Seven-time F1 champion Lewis Hamilton’s road to the sport’s elder statesman has taken in the sights of him being McLaren’s PR invention, the quintessential F1 playboy (complete with an apartment in Monaco and a pop star girlfriend in Nicole Scherzinger) to being knighted as much for his success on the track as his Black Lives Matter (BLM) activism off it. Hamilton – F1’s first black world champion and probably the first vegan driver and carbon emissions campaigner – practically frogmarched the racing paddock to take the knee like the Premier League to observe the BLM, and encouraged the sport to appoint a commission to make it more accessible to black people.

Since winning the World Cup with the Boks, Kolisi has used his suddenly recognisable face to establish his foundation, be hands-on with the Covid-19 relief, and co-produce an anti-Gender-Based Violence film with his wife Rachel.

It’s the kind of extracurricular calendar which has seen Kolisi’s contributions on the field get ever more negligible, but he has no real plans of changing: “When you speak about Ubuntu it means a lot to me because I was raised by the community I come from.

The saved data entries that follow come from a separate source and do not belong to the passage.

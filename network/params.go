package network

import (
	"slices"
	"sort"

	"gonum.org/v1/gonum/mat"
)

// The parameter Jacobian ∂f/∂q has one column per parameter, in model
// order, then one per compartment volume. Derivatives by initial
// concentrations are not here: they enter a sensitivity analysis through
// its initial condition.

// ParamDim returns the number of columns of the parameter Jacobian: the
// number of parameters plus the number of compartments.
func (s *System) ParamDim() int { return len(s.parNames) + len(s.volumes) }

// buildParamPattern builds the CSC pattern of ∂f/∂q and the positions of
// each (contribution, parameter dependency) pair and of each contribution's
// volume entries.
func (s *System) buildParamPattern() {
	np := len(s.parNames)
	pairs, entries := 0, 0 // counted first, so that the lists are made at their size
	for _, r := range s.rx {
		for c := r.c0; c < r.c1; c++ {
			pairs += r.p1 - r.p0
			if s.spComp[s.cSp[c]] != r.comp {
				entries += 2
			}
		}
	}
	// column (parameter or volume), row (species)
	major, minor := make([]int, 0, pairs+entries), make([]int, 0, pairs+entries)
	for _, r := range s.rx {
		for c := r.c0; c < r.c1; c++ {
			i := s.cSp[c]
			for d := r.p0; d < r.p1; d++ {
				major, minor = append(major, s.depPar[d]), append(minor, i)
			}
			if sc := s.spComp[i]; sc != r.comp {
				major, minor = append(major, np+r.comp), append(minor, i)
				major, minor = append(major, np+sc), append(minor, i)
			}
		}
	}
	s.pColPtr, s.pRowIdx = compressed(s.ParamDim(), major, minor, false)
	at := func(i, j int) int {
		rows := s.pRowIdx[s.pColPtr[j]:s.pColPtr[j+1]]
		return s.pColPtr[j] + sort.SearchInts(rows, i)
	}
	s.ppos = slices.Grow(s.ppos[:0], pairs)
	s.vpos = make([]int, 2*len(s.cSp))
	for ri := range s.rx {
		r := &s.rx[ri]
		r.q0 = len(s.ppos)
		for c := r.c0; c < r.c1; c++ {
			i := s.cSp[c]
			for d := r.p0; d < r.p1; d++ {
				s.ppos = append(s.ppos, at(i, s.depPar[d]))
			}
			s.vpos[2*c], s.vpos[2*c+1] = -1, -1
			if sc := s.spComp[i]; sc != r.comp {
				s.vpos[2*c] = at(i, np+r.comp)
				s.vpos[2*c+1] = at(i, np+sc)
			}
		}
	}
}

// ParamJacobianPattern returns the sparsity pattern of ∂f/∂q in
// compressed sparse column form: the rows of column j are
// rowIdx[colPtr[j]:colPtr[j+1]], ascending. Columns are the parameters in
// model order, then the compartment volumes. The caller must not modify
// the slices.
func (s *System) ParamJacobianPattern() (colPtr, rowIdx []int) { return s.pColPtr, s.pRowIdx }

// ParamJacobianCSC writes the values of ∂f/∂q at (t, y) into vals, in the
// order of ParamJacobianPattern. It allocates nothing.
func (s *System) ParamJacobianCSC(t float64, y []float64, vals []float64) {
	s.load(t, y)
	for i := range vals[:len(s.pRowIdx)] {
		vals[i] = 0
	}
	for ri := range s.rx {
		r := &s.rx[ri]
		if r.c0 == r.c1 {
			continue
		}
		if r.p1 > r.p0 {
			s.rateParamDeriv(r, y)
			q := r.q0
			for c := r.c0; c < r.c1; c++ {
				sc := s.cScale[c]
				for d := r.p0; d < r.p1; d++ {
					vals[s.ppos[q]] += sc * s.dp[d]
					q++
				}
			}
		}
		rate, have := 0.0, false
		for c := r.c0; c < r.c1; c++ {
			if s.vpos[2*c] < 0 {
				continue
			}
			if !have {
				rate, have = s.rate(r, y), true
			}
			// f_i += cNet·V_r/V_i·rate: by V_r it is cNet/V_i·rate, by V_i
			// it is −cNet·V_r/V_i²·rate.
			// The columns are by volumes in each compartment's own unit,
			// V = v·volScale.
			ci := s.spComp[s.cSp[c]]
			vi := s.volumes[ci]
			vals[s.vpos[2*c]] += s.cNet[c] / vi * rate * s.volScale[r.comp]
			vals[s.vpos[2*c+1]] -= s.cScale[c] / vi * rate * s.volScale[ci]
		}
	}
}

// ParamJacobian writes ∂f/∂q at (t, y) into dfdp, a Dim()×ParamDim()
// matrix (an empty dfdp is sized first): columns are the parameters in
// model order, then the compartment volumes.
func (s *System) ParamJacobian(t float64, y []float64, dfdp *mat.Dense) {
	if dfdp.IsEmpty() {
		dfdp.ReuseAs(s.n, s.ParamDim())
	}
	s.ParamJacobianCSC(t, y, s.pvals)
	dfdp.Zero()
	raw := dfdp.RawMatrix()
	for j := 0; j+1 < len(s.pColPtr); j++ {
		for p := s.pColPtr[j]; p < s.pColPtr[j+1]; p++ {
			raw.Data[s.pRowIdx[p]*raw.Stride+j] = s.pvals[p]
		}
	}
}
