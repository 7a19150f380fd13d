package network

import "kinetarium/network/expr"

// reversibleMM is the reversible Michaelis–Menten law of one substrate S
// and one product P (Haldane's form; Segel, Enzyme Kinetics, 1975, and
// Cornish-Bowden, Fundamentals of Enzyme Kinetics, both from memory):
//
//	v = (Vf·S/Kms − Vr·P/Kmp) / (1 + S/Kms + P/Kmp)
//
// or, with the equilibrium constant Keq instead of Vr through the Haldane
// relationship Keq = Vf·Kmp/(Vr·Kms),
//
//	v = (Vf/Kms)·(S − P/Keq) / (1 + S/Kms + P/Kmp).
type reversibleMM struct{}

// MichaelisMentenReversible is the name of the reversible
// Michaelis–Menten law.
const MichaelisMentenReversible = "michaelis_menten_reversible"

func (reversibleMM) Name() string  { return MichaelisMentenReversible }
func (reversibleMM) Title() string { return "Reversible Michaelis–Menten" }

func (reversibleMM) Fields() []Field {
	return []Field{
		{Key: "vf", Label: "Vf (forward limit)", Kind: ParamField},
		{Key: "vr", Label: "Vr (reverse limit)", Kind: ParamField,
			Missing: "michaelis_menten_reversible needs either vr, the reverse limiting rate, or keq, the equilibrium constant (then vr follows from the Haldane relationship)"},
		{Key: "keq", Label: "Keq (equilibrium constant)", Kind: ParamField, Positive: true},
		{Key: "kms", Label: "Km of substrate", Kind: ParamField, Positive: true},
		{Key: "kmp", Label: "Km of product", Kind: ParamField, Positive: true},
	}
}

func usesKeq(r Rate) bool { return r.Arg("keq").Set }

func (reversibleMM) Check(c *LawCheck) []string {
	uses := []string{"vf", "kms", "kmp"}
	switch {
	case usesKeq(c.Rate) && c.Rate.Arg("vr").Set:
		c.Errorf("rate", "michaelis_menten_reversible takes either vr or keq, not both (the Haldane relationship ties them: Keq = Vf·Kmp/(Vr·Kms)); remove one")
		uses = append(uses, "vr", "keq")
	case usesKeq(c.Rate):
		uses = append(uses, "keq")
	default:
		uses = append(uses, "vr")
	}
	if eq := c.Equation; eq != nil {
		if !eq.Reversible {
			c.Errorf("equation", "michaelis_menten_reversible needs a reversible equation such as \"S <=> P\"; use michaelis_menten for an irreversible step")
		}
		if len(eq.Reactants) != 1 || eq.Reactants[0].Coef != 1 || len(eq.Products) != 1 || eq.Products[0].Coef != 1 {
			c.Errorf("equation", "michaelis_menten_reversible needs one substrate and one product, each with coefficient 1, such as \"S <=> P\"; use an expression law for other cases")
		}
	}
	return uses
}

func (reversibleMM) Rate(r Rate, eq Equation) expr.Node {
	S, P := expr.Var(eq.Reactants[0].Species), expr.Var(eq.Products[0].Species)
	kms, kmp := arg(r, "kms"), arg(r, "kmp")
	den := expr.Add(expr.Add(one(), frac(S, kms)), frac(P, kmp))
	var num expr.Node
	if usesKeq(r) {
		num = expr.Mul(frac(arg(r, "vf"), kms), expr.Sub(S, frac(P, arg(r, "keq"))))
	} else {
		num = expr.Sub(frac(expr.Mul(arg(r, "vf"), S), kms), frac(expr.Mul(arg(r, "vr"), P), kmp))
	}
	return frac(num, den)
}

func (reversibleMM) Formula(r Rate, eq *Equation) string {
	if eq == nil {
		return ""
	}
	s, p := substrate(eq, 0), "?"
	if len(eq.Products) > 0 {
		p = eq.Products[0].Species
	}
	kms, kmp := txt(r, "kms"), txt(r, "kmp")
	den := "(" + sum("1", s+"/"+kms, p+"/"+kmp) + ")"
	if usesKeq(r) {
		return txt(r, "vf") + "/" + kms + "·(" + s + " − " + p + "/" + txt(r, "keq") + ")/" + den
	}
	return "(" + txt(r, "vf") + "·" + s + "/" + kms + " − " + txt(r, "vr") + "·" + p + "/" + kmp + ")/" + den
}

func (reversibleMM) fieldUnits(Equation) map[string]dims {
	return map[string]dims{"vf": dimRate, "vr": dimRate, "keq": dimNumber, "kms": dimConc, "kmp": dimConc}
}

“Coming from that community, I used to be helped by my neighbours with everything. And now that I’m where I am, I believe I’m not here just for myself, it’s also for all the people that played a part in the person that I am.

“I always think that what happens on the field allows me to be able to do that because if I start playing badly, I become irrelevant.”

The common thread to this new “approach” by athletes is the forced contemplation Covid lockdowns imposed upon all of us. A simplistic explanation is the time spent alone has emphasised how connected they are to the rest of the free world, instead of floating in their usual bubble.